Suppose an investigator takes a random sample of \(n = 50\) birth weights from several teaching hospitals located in an inner-city neighborhood. In her random sample, the sample mean \(\overline{x}\) is 3,150 grams and the standard deviation is 250 grams.

Calculate a 95% confidence interval for the population mean birth weight in these hospitals.
The typical weight of a baby at birth for the US population is 3,250 grams. The investigator suspects that the birth weights of babies in these teaching hospitals is different from 3,250 grams, but she is not sure if it is smaller or larger. Carry out the hypothesis test that she would conduct.

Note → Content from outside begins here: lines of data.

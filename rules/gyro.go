package rules

import (
	"fmt"
	"slices"
	"strings"

	"dextral/core/convention"
	"dextral/core/identify"
)

// checkRates judges the conventions that the angular rates beside a quaternion
// prove. Rates that no reading explains, or several alike, prove nothing.
func checkRates(s *Series) *Finding {
	if s.Rates == nil || s.Clock == nil {
		return nil
	}
	if len(s.Rates.Stretches) > 1 {
		return conventionChanges(s)
	}
	return gyroDisagrees(s)
}

// gyroDisagrees reports what all readings that the rates leave possible change.
func gyroDisagrees(s *Series) *Finding {
	r := &s.Rates.Result
	certain := r.Certain()
	if r.Verdict != identify.Contradicted || len(certain) == 0 {
		return nil
	}
	f := s.Rates.finding(GyroDisagrees, s, certain)
	f.Message = fmt.Sprintf("the rates %s are those of %s only with another %s than %s: read as %s, %s of them stays unexplained; as stated %s, in the next reading %s",
		strings.Join(s.Rates.Columns, ", "), s.Value.name(), changesWords(certain), saidOrUsual(f.Level),
		r.Best, percent(r.Best.Residual), percent(r.Stated.Residual), percent(r.Next.Residual))
	f.Evidence = []Evidence{
		left("read as "+r.Best.Readings[0].String(), r.Best.Residual),
		left("as stated: "+r.Stated.Readings[0].String(), r.Stated.Residual),
		left("next: "+r.Next.Readings[0].String(), r.Next.Residual),
		{What: "seen", Computed: Words(r.Motion.String())},
	}
	for i, t := range r.Ties[:min(len(r.Ties), 3)] {
		f.Evidence = slices.Insert(f.Evidence, i+1, left("fits alike: "+t.Readings[0].String(), t.Residual))
	}
	if r.Delay.Known {
		f.Evidence = append(f.Evidence, Evidence{What: "rates late by", Computed: Quantity{Value: r.Delay.Value, Unit: "s", Known: true}})
	}
	f.Remedy = remedyOf(certain)
	return f
}

// conventionChanges reports the rows from which on a log obeys another
// convention.
func conventionChanges(s *Series) *Finding {
	stretches := s.Rates.Stretches
	before, second := &stretches[0], &stretches[1]
	f := s.Rates.finding(ConventionChanges, s, second.Changes)
	f.Place = s.at(s.placeOf(&second.From))
	f.Message = fmt.Sprintf("%s and its rates %s change their convention between rows %d and %d: another %s; before, %s, from there on %s",
		s.Value.name(), strings.Join(s.Rates.Columns, ", "), before.To.Row, second.From.Row, changesWords(second.Changes),
		before.Class.Readings[0], second.Class.Readings[0])
	if n := len(stretches); n > 2 {
		f.Message += fmt.Sprintf("; %d changes in all", n-1)
	}
	for _, t := range stretches[:min(len(stretches), listedRows)] {
		f.Evidence = append(f.Evidence, Evidence{
			What:   fmt.Sprintf("rows %d to %d: %s; its neighbour's reading leaves", t.From.Row, t.To.Row, t.Class.Readings[0]),
			Stated: fraction(t.Other), Computed: fraction(t.Residual)})
	}
	f.Remedy = "look for a change of firmware or settings, or files put together; write the rows of one side in the convention of the other"
	return f
}

// finding starts a finding whose level follows what is said about the changes.
func (r *Rates) finding(rule string, s *Series, changes []identify.Change) *Finding {
	claim := Claim{Says: convention.BodyRates, Source: Name, Text: strings.Join(r.Columns, " ")}
	if scalar, ok := s.Value.Claims.On(convention.OfScalar); ok && slices.Contains(changes, identify.ScalarOrder) {
		claim = scalar
	}
	if r.Unit.Says != nil && slices.Contains(changes, identify.UnitSlip) {
		claim = r.Unit
	}
	f := finding(rule, &s.Value, claim, "")
	f.Place = s.Value.Place
	if claim.Place.Line > 0 {
		f.Place = claim.Place
	}
	f.Command = fmt.Sprintf("dextral identify %s", s.Value.Place.Path)
	return f
}

func saidOrUsual(l Level) string {
	if l == Error {
		return "stated"
	}
	return "usual"
}

func changesWords(changes []identify.Change) string {
	var words []string
	for _, c := range changes {
		words = append(words, c.String())
	}
	return strings.Join(words, " and ")
}

func left(what string, residual float64) Evidence {
	return Evidence{What: what, Computed: fraction(residual)}
}

func fraction(x float64) Quantity { return Quantity{Value: 100 * x, Unit: "%", Known: true} }

func percent(x float64) string { return digits(100*x) + " %" }

// remedyOf says what to look at for the changes that are certain.
func remedyOf(changes []identify.Change) string {
	switch {
	case slices.Contains(changes, identify.UnitSlip):
		return "correct the unit in the header, or convert the rates where they are written"
	case slices.Contains(changes, identify.ScalarOrder):
		return "correct the names of the columns, or the order in which the quaternion is written"
	case slices.Contains(changes, identify.Remap):
		return "state how the gyro is mounted, or turn its rates into the axes of the orientation before they are written"
	}
	return "state the direction of the orientation and the axes of the rates, or write them as the name says"
}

Example (Exercise 20 part a)

In a study on gifted children, the researchers collected data on the mother’s and father’s IQ of the 36 randomly sampled gifted children. The histogram below shows the distribution of mother’s IQ. Also provided are some sample statistics.

\(n = 36\)
\(\text{min} = 101\)
\(\overline{x} = 118.2\)
\(s = 6.5\)
\(\text{max} = 131\)

Perform a hypothesis test to evaluate if these data provide convincing evidence that the average IQ of mothers of gifted children is different from the average IQ for the population at large, which is 100. Use a significance level of 0.10.

Experimenting with errors

Look at the YRBSS data set again:

library(oibiostat)
data(yrbss)
favstats(~height, data = yrbss)

  min  Q1 median   Q3  max     mean        sd     n missing
 1.27 1.6   1.68 1.78 2.11 1.691241 0.1046973 12579    1004

Test the (true) null hypothesis \(H_0: \mu = 1.691241\) with alternative \(H_0: \mu \neq 1.691241\).

Use sample size \(n = 25\).

Then test various false null hypotheses with different sample sizes.